→ EXERCISE AIM: Starting at the line that holds "rowNumberWidth, scrollToShowRow, visibleRows" and stopping at the line that holds "readonly height: number;", restate the records below word for word, with both of those lines included.

→ SOURCE DATA:
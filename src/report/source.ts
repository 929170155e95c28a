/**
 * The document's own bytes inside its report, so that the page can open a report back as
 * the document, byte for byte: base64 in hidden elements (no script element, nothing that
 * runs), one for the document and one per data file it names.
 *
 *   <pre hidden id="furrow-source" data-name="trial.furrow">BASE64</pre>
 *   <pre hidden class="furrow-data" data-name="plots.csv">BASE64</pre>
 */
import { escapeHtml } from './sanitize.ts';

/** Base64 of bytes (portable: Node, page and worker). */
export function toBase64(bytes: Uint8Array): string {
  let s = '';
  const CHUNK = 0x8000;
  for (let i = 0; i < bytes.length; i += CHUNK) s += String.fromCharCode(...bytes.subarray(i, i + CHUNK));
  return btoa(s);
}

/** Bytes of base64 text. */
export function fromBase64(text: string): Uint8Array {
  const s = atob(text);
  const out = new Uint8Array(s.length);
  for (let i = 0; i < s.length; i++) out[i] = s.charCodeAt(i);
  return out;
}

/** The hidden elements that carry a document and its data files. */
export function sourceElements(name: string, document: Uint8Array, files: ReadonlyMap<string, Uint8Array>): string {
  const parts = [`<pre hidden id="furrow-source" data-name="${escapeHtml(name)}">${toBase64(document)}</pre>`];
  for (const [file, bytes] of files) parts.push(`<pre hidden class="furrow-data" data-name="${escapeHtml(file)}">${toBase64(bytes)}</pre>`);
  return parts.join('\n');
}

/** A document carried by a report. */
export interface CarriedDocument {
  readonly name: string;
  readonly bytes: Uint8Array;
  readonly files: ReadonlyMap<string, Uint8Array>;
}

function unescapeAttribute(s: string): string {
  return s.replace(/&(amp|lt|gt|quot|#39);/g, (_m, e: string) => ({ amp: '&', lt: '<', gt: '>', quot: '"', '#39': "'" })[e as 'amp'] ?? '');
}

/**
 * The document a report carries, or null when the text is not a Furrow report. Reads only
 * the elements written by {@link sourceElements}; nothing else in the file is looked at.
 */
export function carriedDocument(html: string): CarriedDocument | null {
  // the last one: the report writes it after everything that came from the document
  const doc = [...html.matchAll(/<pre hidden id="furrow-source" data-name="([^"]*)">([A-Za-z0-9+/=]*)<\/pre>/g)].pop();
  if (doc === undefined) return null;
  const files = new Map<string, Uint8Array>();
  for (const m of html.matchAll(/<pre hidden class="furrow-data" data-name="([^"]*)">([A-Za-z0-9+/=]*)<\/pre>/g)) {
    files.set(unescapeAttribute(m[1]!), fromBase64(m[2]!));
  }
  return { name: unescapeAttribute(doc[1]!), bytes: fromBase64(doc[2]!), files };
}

...

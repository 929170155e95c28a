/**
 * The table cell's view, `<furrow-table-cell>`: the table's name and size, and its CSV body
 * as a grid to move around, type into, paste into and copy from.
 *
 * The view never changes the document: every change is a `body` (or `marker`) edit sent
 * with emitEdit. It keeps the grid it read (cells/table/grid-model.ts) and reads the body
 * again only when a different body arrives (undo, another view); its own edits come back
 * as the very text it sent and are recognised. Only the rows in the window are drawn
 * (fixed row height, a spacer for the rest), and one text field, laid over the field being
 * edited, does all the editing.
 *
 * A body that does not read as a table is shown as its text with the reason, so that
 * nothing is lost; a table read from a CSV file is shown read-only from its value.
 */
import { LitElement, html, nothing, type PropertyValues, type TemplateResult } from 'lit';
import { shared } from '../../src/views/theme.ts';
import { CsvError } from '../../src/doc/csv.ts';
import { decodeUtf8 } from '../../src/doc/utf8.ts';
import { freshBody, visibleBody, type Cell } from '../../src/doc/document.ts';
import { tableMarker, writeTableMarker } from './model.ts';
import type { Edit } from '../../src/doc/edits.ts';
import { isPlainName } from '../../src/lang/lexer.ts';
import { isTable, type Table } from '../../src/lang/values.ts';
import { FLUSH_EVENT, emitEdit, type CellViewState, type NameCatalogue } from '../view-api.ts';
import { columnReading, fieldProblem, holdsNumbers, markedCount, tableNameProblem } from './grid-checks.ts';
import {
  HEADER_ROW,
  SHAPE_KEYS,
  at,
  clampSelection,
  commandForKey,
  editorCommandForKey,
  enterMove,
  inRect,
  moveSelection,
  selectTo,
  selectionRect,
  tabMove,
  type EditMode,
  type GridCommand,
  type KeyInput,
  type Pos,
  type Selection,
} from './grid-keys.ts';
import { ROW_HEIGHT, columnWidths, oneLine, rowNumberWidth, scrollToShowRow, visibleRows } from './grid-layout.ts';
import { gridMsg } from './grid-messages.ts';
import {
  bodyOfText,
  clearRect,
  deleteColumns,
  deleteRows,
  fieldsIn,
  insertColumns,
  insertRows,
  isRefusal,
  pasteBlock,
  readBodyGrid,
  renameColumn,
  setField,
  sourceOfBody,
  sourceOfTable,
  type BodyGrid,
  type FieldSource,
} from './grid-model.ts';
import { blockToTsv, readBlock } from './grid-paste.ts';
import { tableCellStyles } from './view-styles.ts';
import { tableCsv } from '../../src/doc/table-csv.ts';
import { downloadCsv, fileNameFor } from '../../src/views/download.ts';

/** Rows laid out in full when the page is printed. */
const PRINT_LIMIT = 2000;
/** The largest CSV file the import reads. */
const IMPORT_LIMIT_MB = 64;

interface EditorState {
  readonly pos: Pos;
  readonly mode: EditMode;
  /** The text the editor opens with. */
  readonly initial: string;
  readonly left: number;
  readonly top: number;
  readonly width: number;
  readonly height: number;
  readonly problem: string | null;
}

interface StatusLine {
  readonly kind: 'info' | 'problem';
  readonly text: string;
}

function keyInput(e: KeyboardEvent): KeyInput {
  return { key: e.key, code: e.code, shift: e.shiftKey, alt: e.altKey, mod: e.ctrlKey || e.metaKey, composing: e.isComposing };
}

→ RESPONSE AREA:
import { ROW_HEIGHT, columnWidths, oneLine, rowNumberWidth, scrollToShowRow, visibleRows } from './grid-layout.ts';
import { gridMsg } from './grid-messages.ts';
import {
  bodyOfText,
  clearRect,
  deleteColumns,
  deleteRows,
  fieldsIn,
  insertColumns,
  insertRows,
  isRefusal,
  pasteBlock,
  readBodyGrid,
  renameColumn,
  setField,
  sourceOfBody,
  sourceOfTable,
  type BodyGrid,
  type FieldSource,
} from './grid-model.ts';
import { blockToTsv, readBlock } from './grid-paste.ts';
import { tableCellStyles } from './view-styles.ts';
import { tableCsv } from '../../src/doc/table-csv.ts';
import { downloadCsv, fileNameFor } from '../../src/views/download.ts';

/** Rows laid out in full when the page is printed. */
const PRINT_LIMIT = 2000;
/** The largest CSV file the import reads. */
const IMPORT_LIMIT_MB = 64;

interface EditorState {
  readonly pos: Pos;
  readonly mode: EditMode;
  /** The text the editor opens with. */
  readonly initial: string;
  readonly left: number;
  readonly top: number;
  readonly width: number;
  readonly height: number;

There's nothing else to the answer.